J: Our team consists of accomplished scientists in personalized medicine and bioinformatics, like Nicholas Schork (CEO) and Kristopher Nazor (CSO), who have shown that big data approaches can advance our understanding of complex diseases such as cancer or even autism. Additionally, we have experts in bioconjugation and nucleic acid chemistry, such as Devon Cayer (CTO) and myself. We are also joined by a seasoned business officer, Maria Forero. Together, we have the technical and business experience to realize the vision that we all share.

 

A: Any big lessons learned transitioning from academia to startup entrepreneurship?

J: Being in academia and in a startup are actually very similar: long hours, low pay, drive to innovate, and responsibilities to funding agencies (grants/journals vs investors/customers). The biggest difference is that in a startup you are a part of a team that is all running towards the same goal. The camaraderie and support is invaluable.

 

A: What’s the biggest challenge you’ve encountered so far?

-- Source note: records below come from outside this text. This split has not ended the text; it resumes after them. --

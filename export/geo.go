package export

import (
	"bufio"
	"fmt"
	"io"
	"math"
	"strings"
)

// GeoOptions control the Gmsh geometry script. Lengths are in chords; the
// zero value of each field means its default.
type GeoOptions struct {
	// Farfield is the radius of the circular far-field boundary, centred
	// at mid-chord, in chords; 0 means DefaultFarfield. It must exceed 1.
	Farfield float64
	// WallSize is the mesh size at the nodes of the section, in chords;
	// 0 means the length of the panels at each node (the mean of the two
	// panels that meet there). Gmsh sizes a spline from the sizes at its
	// ends, so the section's mesh follows the sizes at the leading and
	// trailing edge, the finest there are with the usual spacings: a
	// WallSize sets one size for the whole section.
	WallSize float64
	// FarSize is the mesh size on the far-field boundary, in chords; 0
	// means Farfield/DefaultFarDivisions.
	FarSize float64
}

// Defaults of GeoOptions.
const (
	DefaultFarfield     = 20
	DefaultFarDivisions = 8
)

// Geo writes p as a Gmsh geometry script (see the package documentation):
// the nodes as points with their mesh sizes, the upper surface (trailing
// edge to leading edge) and the lower surface (leading edge to trailing
// edge) as splines through them, a line across a blunt trailing edge, the
// far-field circle in four arcs, the plane surface between the two loops
// and the physical groups "section", "farfield" and "fluid". Coordinates
// are in p's unit. It returns an error for options out of range and the
// first error of w.
func Geo(w io.Writer, p *Placed, o GeoOptions) error {
	if o.Farfield == 0 {
		o.Farfield = DefaultFarfield
	}
	if !(o.Farfield > 1) || math.IsInf(o.Farfield, 0) {
		return fmt.Errorf("export: far field at %g chords: want more than 1", o.Farfield)
	}
	if o.FarSize == 0 {
		o.FarSize = o.Farfield / DefaultFarDivisions
	}
	if !(o.WallSize >= 0) || !(o.FarSize > 0) || math.IsInf(o.WallSize+o.FarSize, 0) {
		return fmt.Errorf("export: mesh sizes %g (wall) and %g (far field) chords: want positive sizes", o.WallSize, o.FarSize)
	}
	le := leIndex(p)
	if le <= 0 || le >= len(p.Nodes)-1 {
		return fmt.Errorf("export: section %q has no leading-edge node between its ends", p.Name)
	}
	bw := bufio.NewWriter(w)
	bw.WriteString(describe(p, "// "))
	fmt.Fprintf(bw, "// units: %s; far field at %s chords; Gmsh geometry script: gmsh -2 this.geo\n", unitWord(p.Units), num(o.Farfield))
	bw.WriteString("SetFactory(\"Built-in\");\n")

	out := p.outline()
	n := len(out)
	size := func(i int) float64 {
		if o.WallSize > 0 {
			return o.WallSize * p.Chord
		}
		prev, next := out[(i-1+n)%n], out[(i+1)%n]
		if !p.Sharp && i == 0 {
			prev = out[i] // across the base: the panel on the surface only
		}
		if !p.Sharp && i == n-1 {
			next = out[i]
		}
		a, b := out[i].Dist(prev), out[i].Dist(next)
		switch {
		case a == 0:
			return b
		case b == 0:
			return a
		}
		return (a + b) / 2
	}
	// Points 1 … n are the nodes of the outline.
	for i, q := range out {
		fmt.Fprintf(bw, "Point(%d) = {%s, %s, 0, %s};\n", i+1, num(q.X), num(q.Y), num(size(i)))
	}
	id := func(i int) int { return i%n + 1 } // node i of p.Nodes; the last of a sharp edge is the first
	list := func(from, to int) string {
		var b strings.Builder
		for i := from; i <= to; i++ {
			if i > from {
				b.WriteString(", ")
			}
			fmt.Fprint(&b, id(i))
		}
		return b.String()
	}
	last := len(p.Nodes) - 1
	fmt.Fprintf(bw, "Spline(1) = {%s}; // upper surface, trailing edge to leading edge\n", list(0, le))
	fmt.Fprintf(bw, "Spline(2) = {%s}; // lower surface, leading edge to trailing edge\n", list(le, last))
	section := "1, 2"
	if !p.Sharp {
		fmt.Fprintf(bw, "Line(3) = {%d, %d}; // blunt trailing edge\n", id(last), id(0))
		section = "1, 2, 3"
	}
	// The far field: centre at mid-chord, four quarter arcs
	// counter-clockwise from the downstream point.
	mid := p.LE.Add(p.TE).Scale(0.5)
	r := o.Farfield * p.Chord
	c := n + 1
	fmt.Fprintf(bw, "Point(%d) = {%s, %s, 0, %s}; // far-field centre\n", c, num(mid.X), num(mid.Y), num(o.FarSize*p.Chord))
	for k := 0; k < 4; k++ {
		a := float64(k) * math.Pi / 2
		fmt.Fprintf(bw, "Point(%d) = {%s, %s, 0, %s};\n", c+1+k, num(mid.X+r*math.Cos(a)), num(mid.Y+r*math.Sin(a)), num(o.FarSize*p.Chord))
	}
	for k := 0; k < 4; k++ {
		fmt.Fprintf(bw, "Circle(%d) = {%d, %d, %d};\n", 11+k, c+1+k, c, c+1+(k+1)%4)
	}
	bw.WriteString("Curve Loop(1) = {11, 12, 13, 14}; // far field, counter-clockwise\n")
	fmt.Fprintf(bw, "Curve Loop(2) = {%s}; // section, counter-clockwise\n", section)
	bw.WriteString("Plane Surface(1) = {1, 2};\n")
	fmt.Fprintf(bw, "Physical Curve(\"section\", 1) = {%s};\n", section)
	bw.WriteString("Physical Curve(\"farfield\", 2) = {11, 12, 13, 14};\n")
	bw.WriteString("Physical Surface(\"fluid\", 3) = {1};\n")
	return bw.Flush()
}

// leIndex returns the index of the node nearest the leading edge.
func leIndex(p *Placed) int {
	best := 0
	for i, q := range p.Nodes {
		if q.Dist(p.LE) < p.Nodes[best].Dist(p.LE) {
			best = i
		}
	}
	return best
}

J: Running a biotech startup in a lean manner has been very challenging. Unlike software-based companies, biology has a lot of overhead in lab space, consumables, and operational logistics that are both expensive and time-consuming. It’s a huge challenge to juggle the science, business, customer acquisition, and funding all at once while under a time crunch. But that’s also why this stage of a startup is the most fun and exciting.

 

A: What are the big goals and milestones you’re looking to hit in the short term? Long term?

J: The first major milestone is to get our first assay kit on the market. From there we hope to scale, create follow-up products, and partner with other organizations to develop diagnostics and therapeutics.